■ Problem statement:
Could you copy, exactly as written, every line from the first line of the records through the one containing "agree(numbers)"?

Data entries
__________________________________________________
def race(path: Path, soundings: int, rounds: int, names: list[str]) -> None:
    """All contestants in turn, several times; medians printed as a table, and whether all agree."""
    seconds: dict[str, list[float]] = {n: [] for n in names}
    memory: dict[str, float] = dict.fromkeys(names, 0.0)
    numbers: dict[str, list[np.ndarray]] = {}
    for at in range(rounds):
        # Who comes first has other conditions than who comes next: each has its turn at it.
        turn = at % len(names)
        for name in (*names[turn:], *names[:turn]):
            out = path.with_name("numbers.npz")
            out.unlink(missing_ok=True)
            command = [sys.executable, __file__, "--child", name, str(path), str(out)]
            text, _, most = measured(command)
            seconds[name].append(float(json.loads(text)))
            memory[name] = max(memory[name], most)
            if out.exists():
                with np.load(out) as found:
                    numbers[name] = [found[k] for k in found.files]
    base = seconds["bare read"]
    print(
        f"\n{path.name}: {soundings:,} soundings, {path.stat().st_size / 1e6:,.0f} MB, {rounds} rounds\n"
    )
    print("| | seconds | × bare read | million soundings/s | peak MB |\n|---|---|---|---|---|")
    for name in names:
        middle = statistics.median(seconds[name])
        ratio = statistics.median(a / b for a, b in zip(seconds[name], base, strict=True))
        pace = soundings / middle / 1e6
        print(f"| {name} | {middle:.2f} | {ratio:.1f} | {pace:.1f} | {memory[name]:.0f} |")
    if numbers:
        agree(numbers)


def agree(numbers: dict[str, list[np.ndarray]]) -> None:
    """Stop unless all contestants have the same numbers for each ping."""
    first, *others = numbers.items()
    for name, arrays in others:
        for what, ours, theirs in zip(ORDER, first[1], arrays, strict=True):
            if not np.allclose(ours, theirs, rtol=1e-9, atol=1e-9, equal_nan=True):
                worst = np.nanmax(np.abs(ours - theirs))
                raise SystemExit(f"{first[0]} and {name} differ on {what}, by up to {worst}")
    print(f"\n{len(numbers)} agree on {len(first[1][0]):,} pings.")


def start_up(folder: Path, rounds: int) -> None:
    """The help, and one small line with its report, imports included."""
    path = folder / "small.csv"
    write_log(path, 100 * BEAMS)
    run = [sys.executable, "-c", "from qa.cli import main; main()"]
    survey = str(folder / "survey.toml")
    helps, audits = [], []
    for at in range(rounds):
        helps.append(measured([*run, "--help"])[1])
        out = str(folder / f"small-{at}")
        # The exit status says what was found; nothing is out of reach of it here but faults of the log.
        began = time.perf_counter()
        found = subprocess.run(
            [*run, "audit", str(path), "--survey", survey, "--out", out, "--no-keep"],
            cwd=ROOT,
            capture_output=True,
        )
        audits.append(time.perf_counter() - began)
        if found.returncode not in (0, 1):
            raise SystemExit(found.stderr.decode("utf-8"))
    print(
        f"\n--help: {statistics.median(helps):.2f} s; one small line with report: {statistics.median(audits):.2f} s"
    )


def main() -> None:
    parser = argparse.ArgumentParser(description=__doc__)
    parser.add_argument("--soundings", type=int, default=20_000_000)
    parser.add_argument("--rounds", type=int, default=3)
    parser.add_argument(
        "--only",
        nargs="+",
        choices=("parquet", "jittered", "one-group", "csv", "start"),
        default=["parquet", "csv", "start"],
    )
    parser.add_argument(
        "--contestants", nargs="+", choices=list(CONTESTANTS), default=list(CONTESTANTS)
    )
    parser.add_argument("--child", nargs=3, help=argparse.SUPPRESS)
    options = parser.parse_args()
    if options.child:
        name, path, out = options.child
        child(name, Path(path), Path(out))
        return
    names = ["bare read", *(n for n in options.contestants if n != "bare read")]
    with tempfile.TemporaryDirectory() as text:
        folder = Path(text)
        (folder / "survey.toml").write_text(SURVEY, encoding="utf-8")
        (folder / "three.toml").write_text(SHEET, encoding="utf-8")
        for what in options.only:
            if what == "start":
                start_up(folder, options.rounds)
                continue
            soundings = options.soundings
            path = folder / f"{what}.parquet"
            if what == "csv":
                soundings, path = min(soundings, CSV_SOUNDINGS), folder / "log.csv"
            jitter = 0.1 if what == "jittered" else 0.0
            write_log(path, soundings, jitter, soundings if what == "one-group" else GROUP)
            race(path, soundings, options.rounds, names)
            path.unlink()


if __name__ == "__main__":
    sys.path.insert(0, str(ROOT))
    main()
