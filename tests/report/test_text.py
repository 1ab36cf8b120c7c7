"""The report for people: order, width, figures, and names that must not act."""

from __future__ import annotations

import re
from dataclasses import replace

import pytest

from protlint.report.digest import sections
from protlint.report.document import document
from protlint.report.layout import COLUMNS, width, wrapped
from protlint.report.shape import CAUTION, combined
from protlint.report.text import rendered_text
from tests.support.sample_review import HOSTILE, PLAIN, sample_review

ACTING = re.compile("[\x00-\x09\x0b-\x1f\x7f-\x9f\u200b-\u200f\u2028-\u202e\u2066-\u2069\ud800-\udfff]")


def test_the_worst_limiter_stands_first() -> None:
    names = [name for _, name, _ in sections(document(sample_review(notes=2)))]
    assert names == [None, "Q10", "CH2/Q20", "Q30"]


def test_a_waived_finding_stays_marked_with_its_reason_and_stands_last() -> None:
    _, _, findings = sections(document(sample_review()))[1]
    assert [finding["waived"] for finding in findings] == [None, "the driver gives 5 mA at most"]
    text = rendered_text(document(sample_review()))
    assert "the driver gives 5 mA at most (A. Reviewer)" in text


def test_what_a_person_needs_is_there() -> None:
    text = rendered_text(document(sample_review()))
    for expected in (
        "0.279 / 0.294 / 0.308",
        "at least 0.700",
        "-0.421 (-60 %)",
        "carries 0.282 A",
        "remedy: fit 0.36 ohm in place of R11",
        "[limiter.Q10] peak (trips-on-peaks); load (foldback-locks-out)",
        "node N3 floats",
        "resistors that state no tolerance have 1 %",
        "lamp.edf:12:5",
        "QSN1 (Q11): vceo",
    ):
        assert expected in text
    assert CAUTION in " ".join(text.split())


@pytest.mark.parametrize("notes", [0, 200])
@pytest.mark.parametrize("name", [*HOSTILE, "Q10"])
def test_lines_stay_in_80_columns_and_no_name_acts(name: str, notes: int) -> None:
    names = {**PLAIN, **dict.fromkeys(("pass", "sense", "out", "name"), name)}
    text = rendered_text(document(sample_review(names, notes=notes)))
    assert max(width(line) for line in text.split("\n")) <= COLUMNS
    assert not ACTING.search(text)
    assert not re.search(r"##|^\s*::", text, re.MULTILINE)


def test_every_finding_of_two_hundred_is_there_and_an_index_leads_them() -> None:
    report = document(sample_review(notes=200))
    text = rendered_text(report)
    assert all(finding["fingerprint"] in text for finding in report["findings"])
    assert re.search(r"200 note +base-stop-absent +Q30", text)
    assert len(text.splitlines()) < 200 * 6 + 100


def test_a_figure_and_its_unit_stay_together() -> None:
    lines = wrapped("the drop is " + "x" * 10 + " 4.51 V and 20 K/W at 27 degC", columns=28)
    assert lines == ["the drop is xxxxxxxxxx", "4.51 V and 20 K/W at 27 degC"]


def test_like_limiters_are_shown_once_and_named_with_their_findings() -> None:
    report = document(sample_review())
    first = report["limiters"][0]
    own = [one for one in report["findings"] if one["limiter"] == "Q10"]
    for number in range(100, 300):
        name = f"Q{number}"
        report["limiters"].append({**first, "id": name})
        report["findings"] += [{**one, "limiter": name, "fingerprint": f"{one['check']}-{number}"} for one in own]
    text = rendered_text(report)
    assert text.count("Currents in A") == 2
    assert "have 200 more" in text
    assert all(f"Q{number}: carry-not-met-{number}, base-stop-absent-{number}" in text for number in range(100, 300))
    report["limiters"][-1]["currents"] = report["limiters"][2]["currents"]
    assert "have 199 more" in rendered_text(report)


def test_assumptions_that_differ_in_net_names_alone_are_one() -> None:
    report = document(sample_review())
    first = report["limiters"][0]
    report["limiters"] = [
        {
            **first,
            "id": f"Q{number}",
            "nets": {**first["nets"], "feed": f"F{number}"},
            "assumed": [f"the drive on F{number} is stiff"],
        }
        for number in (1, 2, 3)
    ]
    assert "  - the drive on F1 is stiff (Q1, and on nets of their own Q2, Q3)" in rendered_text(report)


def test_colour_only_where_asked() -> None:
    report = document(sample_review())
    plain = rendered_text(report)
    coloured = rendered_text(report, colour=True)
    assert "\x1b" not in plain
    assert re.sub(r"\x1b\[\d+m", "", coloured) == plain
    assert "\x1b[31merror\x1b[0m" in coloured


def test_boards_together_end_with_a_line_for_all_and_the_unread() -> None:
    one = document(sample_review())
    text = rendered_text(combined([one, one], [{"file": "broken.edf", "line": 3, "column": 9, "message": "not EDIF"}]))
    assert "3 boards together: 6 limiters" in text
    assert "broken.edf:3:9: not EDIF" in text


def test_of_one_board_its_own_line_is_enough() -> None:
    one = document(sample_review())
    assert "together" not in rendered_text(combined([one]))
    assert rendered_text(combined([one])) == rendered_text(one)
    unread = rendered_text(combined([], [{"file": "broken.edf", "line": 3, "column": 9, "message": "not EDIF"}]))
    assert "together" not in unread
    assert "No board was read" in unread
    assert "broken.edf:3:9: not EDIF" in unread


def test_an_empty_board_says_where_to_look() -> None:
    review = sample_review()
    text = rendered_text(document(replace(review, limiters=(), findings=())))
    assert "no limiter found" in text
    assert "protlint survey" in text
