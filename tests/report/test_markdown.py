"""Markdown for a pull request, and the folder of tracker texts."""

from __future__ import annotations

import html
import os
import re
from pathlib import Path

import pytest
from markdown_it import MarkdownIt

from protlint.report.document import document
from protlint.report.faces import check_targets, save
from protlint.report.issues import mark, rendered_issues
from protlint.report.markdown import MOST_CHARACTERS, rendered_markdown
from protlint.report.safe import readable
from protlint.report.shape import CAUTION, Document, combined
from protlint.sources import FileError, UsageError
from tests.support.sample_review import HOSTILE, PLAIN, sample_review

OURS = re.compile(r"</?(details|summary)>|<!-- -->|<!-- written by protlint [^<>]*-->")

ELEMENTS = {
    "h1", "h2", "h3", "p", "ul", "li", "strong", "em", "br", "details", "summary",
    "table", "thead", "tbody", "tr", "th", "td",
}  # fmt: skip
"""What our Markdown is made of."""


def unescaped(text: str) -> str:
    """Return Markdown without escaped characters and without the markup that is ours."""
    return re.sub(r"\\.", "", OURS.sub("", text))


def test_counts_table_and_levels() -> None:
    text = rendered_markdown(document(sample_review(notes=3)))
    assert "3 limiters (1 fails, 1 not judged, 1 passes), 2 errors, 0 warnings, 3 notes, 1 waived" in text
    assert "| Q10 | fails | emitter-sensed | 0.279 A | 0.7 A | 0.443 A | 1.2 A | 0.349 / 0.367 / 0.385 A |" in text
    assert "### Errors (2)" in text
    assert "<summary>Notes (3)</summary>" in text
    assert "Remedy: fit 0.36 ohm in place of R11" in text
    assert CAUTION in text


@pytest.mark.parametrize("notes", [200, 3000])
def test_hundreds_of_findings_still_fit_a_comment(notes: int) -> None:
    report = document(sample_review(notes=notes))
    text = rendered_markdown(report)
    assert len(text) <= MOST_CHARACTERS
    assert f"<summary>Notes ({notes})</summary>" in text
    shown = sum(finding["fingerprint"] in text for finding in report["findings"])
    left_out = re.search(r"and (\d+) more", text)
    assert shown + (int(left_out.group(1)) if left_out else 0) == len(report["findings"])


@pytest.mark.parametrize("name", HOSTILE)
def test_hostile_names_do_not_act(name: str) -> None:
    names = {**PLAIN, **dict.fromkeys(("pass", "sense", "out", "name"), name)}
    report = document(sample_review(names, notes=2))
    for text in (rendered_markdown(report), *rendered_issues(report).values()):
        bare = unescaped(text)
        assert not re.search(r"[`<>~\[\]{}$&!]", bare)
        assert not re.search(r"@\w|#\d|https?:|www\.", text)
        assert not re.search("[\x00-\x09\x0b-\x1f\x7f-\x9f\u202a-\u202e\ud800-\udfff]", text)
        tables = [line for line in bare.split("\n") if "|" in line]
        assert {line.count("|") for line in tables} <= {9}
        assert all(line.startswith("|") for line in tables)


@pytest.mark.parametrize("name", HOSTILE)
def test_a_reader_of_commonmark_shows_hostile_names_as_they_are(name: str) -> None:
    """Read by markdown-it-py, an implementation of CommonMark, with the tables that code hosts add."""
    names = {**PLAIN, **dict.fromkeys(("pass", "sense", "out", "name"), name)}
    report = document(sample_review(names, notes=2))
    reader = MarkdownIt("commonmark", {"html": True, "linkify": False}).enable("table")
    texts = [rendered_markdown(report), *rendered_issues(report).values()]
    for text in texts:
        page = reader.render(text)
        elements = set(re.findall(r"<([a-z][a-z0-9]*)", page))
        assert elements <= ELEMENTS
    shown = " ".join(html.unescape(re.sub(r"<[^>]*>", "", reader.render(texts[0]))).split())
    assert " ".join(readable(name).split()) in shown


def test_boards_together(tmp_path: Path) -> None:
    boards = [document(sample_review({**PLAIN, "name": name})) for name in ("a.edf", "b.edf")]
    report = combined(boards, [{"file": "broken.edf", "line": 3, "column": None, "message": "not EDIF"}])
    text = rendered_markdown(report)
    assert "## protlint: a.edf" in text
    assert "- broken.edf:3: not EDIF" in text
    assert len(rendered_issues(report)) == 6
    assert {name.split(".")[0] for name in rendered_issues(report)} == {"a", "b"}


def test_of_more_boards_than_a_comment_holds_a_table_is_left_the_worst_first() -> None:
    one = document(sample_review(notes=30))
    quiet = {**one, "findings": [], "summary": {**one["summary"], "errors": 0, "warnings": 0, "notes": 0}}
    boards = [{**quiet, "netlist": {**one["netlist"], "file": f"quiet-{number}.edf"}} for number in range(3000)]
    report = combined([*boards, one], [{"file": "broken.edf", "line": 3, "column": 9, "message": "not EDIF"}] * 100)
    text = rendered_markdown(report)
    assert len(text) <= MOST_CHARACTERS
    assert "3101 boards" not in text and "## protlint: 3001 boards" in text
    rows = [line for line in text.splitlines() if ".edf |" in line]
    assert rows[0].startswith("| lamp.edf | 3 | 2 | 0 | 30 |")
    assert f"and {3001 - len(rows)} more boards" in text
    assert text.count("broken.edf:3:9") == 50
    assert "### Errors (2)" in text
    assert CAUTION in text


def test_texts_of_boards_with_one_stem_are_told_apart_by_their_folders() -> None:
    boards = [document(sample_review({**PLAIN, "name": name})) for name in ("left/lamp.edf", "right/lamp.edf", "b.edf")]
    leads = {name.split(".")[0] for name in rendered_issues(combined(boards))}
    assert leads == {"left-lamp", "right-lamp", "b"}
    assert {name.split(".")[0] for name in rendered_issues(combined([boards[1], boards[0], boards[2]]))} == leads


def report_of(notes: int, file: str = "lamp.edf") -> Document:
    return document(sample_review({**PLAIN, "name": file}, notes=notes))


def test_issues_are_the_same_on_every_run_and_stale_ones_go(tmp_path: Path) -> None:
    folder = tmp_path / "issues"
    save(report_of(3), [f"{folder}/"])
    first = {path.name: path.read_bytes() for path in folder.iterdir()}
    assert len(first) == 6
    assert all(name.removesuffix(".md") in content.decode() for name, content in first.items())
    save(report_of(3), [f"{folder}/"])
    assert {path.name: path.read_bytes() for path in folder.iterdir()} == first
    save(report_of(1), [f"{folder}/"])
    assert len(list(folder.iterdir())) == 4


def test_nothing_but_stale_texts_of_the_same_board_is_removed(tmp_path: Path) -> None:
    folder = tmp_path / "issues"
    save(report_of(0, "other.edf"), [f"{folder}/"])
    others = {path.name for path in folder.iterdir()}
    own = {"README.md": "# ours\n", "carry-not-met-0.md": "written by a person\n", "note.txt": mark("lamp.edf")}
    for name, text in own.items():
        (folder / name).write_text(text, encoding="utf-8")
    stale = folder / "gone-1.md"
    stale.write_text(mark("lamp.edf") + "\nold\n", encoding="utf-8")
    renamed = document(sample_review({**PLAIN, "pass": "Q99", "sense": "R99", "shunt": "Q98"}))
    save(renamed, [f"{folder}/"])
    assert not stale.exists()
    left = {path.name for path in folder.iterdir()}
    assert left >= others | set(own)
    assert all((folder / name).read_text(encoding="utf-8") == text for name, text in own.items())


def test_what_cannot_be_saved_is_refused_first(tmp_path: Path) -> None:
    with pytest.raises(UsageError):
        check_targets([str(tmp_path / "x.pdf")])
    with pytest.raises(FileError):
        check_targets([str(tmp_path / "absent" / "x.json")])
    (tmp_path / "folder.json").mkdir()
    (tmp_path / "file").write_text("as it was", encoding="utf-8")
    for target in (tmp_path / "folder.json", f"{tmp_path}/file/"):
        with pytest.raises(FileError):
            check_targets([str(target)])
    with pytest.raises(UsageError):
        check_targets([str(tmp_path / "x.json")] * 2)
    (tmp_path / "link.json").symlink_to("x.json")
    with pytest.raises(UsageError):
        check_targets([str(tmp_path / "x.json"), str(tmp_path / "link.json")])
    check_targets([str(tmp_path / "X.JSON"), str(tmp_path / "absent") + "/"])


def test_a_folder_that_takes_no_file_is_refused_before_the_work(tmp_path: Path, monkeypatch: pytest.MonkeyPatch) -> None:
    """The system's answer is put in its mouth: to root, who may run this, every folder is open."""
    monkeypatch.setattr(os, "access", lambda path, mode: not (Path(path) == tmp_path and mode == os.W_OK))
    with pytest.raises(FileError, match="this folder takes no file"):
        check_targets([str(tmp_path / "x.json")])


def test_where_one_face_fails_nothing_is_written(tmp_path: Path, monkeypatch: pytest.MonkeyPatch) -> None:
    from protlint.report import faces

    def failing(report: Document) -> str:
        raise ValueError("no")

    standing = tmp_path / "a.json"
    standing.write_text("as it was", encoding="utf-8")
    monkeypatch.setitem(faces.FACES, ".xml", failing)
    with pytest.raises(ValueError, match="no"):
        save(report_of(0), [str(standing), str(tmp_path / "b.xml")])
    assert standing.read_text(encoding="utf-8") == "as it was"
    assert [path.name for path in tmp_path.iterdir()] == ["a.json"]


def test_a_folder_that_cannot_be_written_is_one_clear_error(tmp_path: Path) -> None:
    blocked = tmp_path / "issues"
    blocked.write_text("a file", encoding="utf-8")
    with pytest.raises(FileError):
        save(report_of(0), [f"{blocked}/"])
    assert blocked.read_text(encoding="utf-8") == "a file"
__________________________________________________
■ Reply to the task:
def race(path: Path, soundings: int, rounds: int, names: list[str]) -> None:
    """All contestants in turn, several times; medians printed as a table, and whether all agree."""
    seconds: dict[str, list[float]] = {n: [] for n in names}
    memory: dict[str, float] = dict.fromkeys(names, 0.0)
    numbers: dict[str, list[np.ndarray]] = {}
    for at in range(rounds):
        # Who comes first has other conditions than who comes next: each has its turn at it.
        turn = at % len(names)
        for name in (*names[turn:], *names[:turn]):
            out = path.with_name("numbers.npz")
            out.unlink(missing_ok=True)
            command = [sys.executable, __file__, "--child", name, str(path), str(out)]
            text, _, most = measured(command)
            seconds[name].append(float(json.loads(text)))
            memory[name] = max(memory[name], most)
            if out.exists():
                with np.load(out) as found:
                    numbers[name] = [found[k] for k in found.files]
    base = seconds["bare read"]
    print(
        f"\n{path.name}: {soundings:,} soundings, {path.stat().st_size / 1e6:,.0f} MB, {rounds} rounds\n"
    )
    print("| | seconds | × bare read | million soundings/s | peak MB |\n|---|---|---|---|---|")
    for name in names:
        middle = statistics.median(seconds[name])
        ratio = statistics.median(a / b for a, b in zip(seconds[name], base, strict=True))
        pace = soundings / middle / 1e6
        print(f"| {name} | {middle:.2f} | {ratio:.1f} | {pace:.1f} | {memory[name]:.0f} |")
    if numbers:
        agree(numbers)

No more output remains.